Mixed salad

 

Here’s a guide to making a fresh and colorful mixed salad—healthy, versatile, and easy to customize:


Basic Ingredients (for 2–3 servings)

  • Greens: Lettuce, spinach, arugula, or mixed salad leaves

  • Vegetables: Tomatoes, cucumber, bell peppers, carrots, radishes

  • Extras (optional): Olives, corn, chickpeas, avocado, boiled eggs

  • Cheese (optional): Feta, mozzarella, or parmesan shavings

  • Nuts & seeds (optional): Walnuts, almonds, pumpkin seeds


Dressing Ideas

  1. Simple Vinaigrette: Olive oil + lemon juice or vinegar + salt + pepper

  2. Creamy: Yogurt or mayonnaise + garlic + lemon + herbs

  3. Honey Mustard: Mustard + honey + olive oil + lemon or vinegar


Instructions

  1. Wash & Prep Ingredients

    • Wash all greens and vegetables thoroughly.

    • Chop or slice vegetables into bite-sized pieces.

  2. Assemble the Salad

    • Start with greens as the base.

    • Add vegetables, protein (like beans or boiled eggs), and extras (nuts, cheese).

  3. Add Dressing

    • Pour dressing over the salad just before serving.
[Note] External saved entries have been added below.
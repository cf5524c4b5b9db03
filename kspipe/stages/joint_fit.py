"""alpha_CO of a reduced galaxy by the evenness of its gas-to-dust ratio."""

from __future__ import annotations

from pathlib import Path

import numpy as np

from kspipe.comparison import independent_samples
from kspipe.conversions import (
    CIRCULARITY,
    JointFit,
    convert,
    finished_factor,
    fit_alpha_co_and_gas_to_dust,
)
from kspipe.core.errors import Fault, InputError, nearest
from kspipe.core.seeds import generator
from kspipe.core.tracers import CO_LINES
from kspipe.kernels.geometry import beam_axes
from kspipe.maps.product import read_matched
from kspipe.stages.compare import reduced_plan
from kspipe.stages.folder import ProductFolder
from kspipe.stages.place import Place
from kspipe.stages.plan import InMemory, choices_of
from kspipe.stages.surface import fields_of, parameters_of, used_maps

__all__ = ["fit_cells", "fit_joint"]


def fit_joint(out: Path, region: str | None = None, *, memory: InMemory | None = None) -> JointFit:
    """Fit alpha_CO and one gas-to-dust ratio to independent samples of a galaxy.

    Parameters
    ----------
    out : Path
        Folder of a reduction whose recipe lists maps of HI, of CO and of Sigma_dust.
    region : str or None
        Of the recipe's ``[regions]``; everything that the three maps cover without it.
    memory : mapping, optional
        As given to the reduction.

    Raises
    ------
    InputError
        If a map or the region is not there, or the samples cannot tell alpha_CO.
    """
    plan = reduced_plan(ProductFolder.open(out), memory)
    recipe, grid = plan.recipe, plan.grid
    line, dust_name = recipe.map_of(*CO_LINES), recipe.map_of("Sigma_dust")
    choices = choices_of(recipe)
    if line is None or dust_name is None or choices.alpha_co is None:
        raise InputError(
            Fault(
                "maps",
                "the joint fit of alpha_CO and the gas-to-dust ratio needs maps of HI, CO and "
                "Sigma_dust, and a recipe with gas.alpha_co",
                'list the one that lacks; a dust map has tracer = "Sigma_dust"',
            )
        )
    if region is not None and region not in recipe.regions:
        raise InputError(
            Fault("region", f'no region is called "{region}"', nearest(region, recipe.regions))
        )
    matched = {name: read_matched(out / "matched" / f"{name}.fits") for name in plan.sources}
    place = Place.of(recipe, grid)
    parameters = parameters_of(recipe, fields_of(recipe, place))
    used = used_maps(recipe, matched)
    intensity = {tracer: sky.value for tracer, sky in used.items()}
    converted = convert(intensity, choices, parameters)
    cos_i = np.asarray(recipe.galaxy.cos_i)
    ico = intensity[recipe.maps[line].tracer] * cos_i / converted.factors["line_ratio"]
    dust = matched[dust_name].value * finished_factor(
        choices.finished["Sigma_dust"], cos_i, "Kroupa"
    )
    beam = beam_axes(plan.target_arcsec2)[0]
    samples = independent_samples(grid.shape, grid.centre_pixel, beam / grid.pixel_arcsec)
    if region is not None:
        samples = samples & place.region(region)
    try:
        return fit_alpha_co_and_gas_to_dust(
            dust[samples],
            converted.values["sigma_atom"][samples],
            ico[samples],
            generator(recipe.seed, "joint fit", region or ""),
        )
    except ValueError as error:
        raise InputError(
            Fault("maps", str(error), "take a larger region or a finer beam")
        ) from None


def fit_cells(fit: JointFit) -> list[tuple[str, str]]:
    """Write a fit as names with text."""
    rows = [
        ("alpha_CO", f"{fit.alpha_co:.3g} +- {fit.alpha_co_error:.2g} Msun/pc2 per K km/s"),
        ("gas-to-dust ratio", f"{fit.gas_to_dust:.4g}, gas with helium"),
        ("scatter of the ratio", f"{fit.scatter_dex:.3f} dex"),
    ]
    if not fit.is_bounded:
        low, high = fit.trials_alpha_co[[0, -1]]
        rows.append(
            ("beware", f"least at an end of the range tried, {low:g} to {high:g}: not determined")
        )
    return [*rows, ("beware", CIRCULARITY)]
    • Toss gently to coat everything evenly.

  4. Serve Immediately

    • Serve fresh for best texture and flavor.

    • Optionally, sprinkle extra nuts or seeds on top for crunch.


Tips

  • Use seasonal vegetables for freshness and lower cost.

  • Mix textures: crunchy veggies, soft greens, creamy cheese, and nutty toppings.

  • Make it a complete meal by adding grilled chicken, tuna, or quinoa.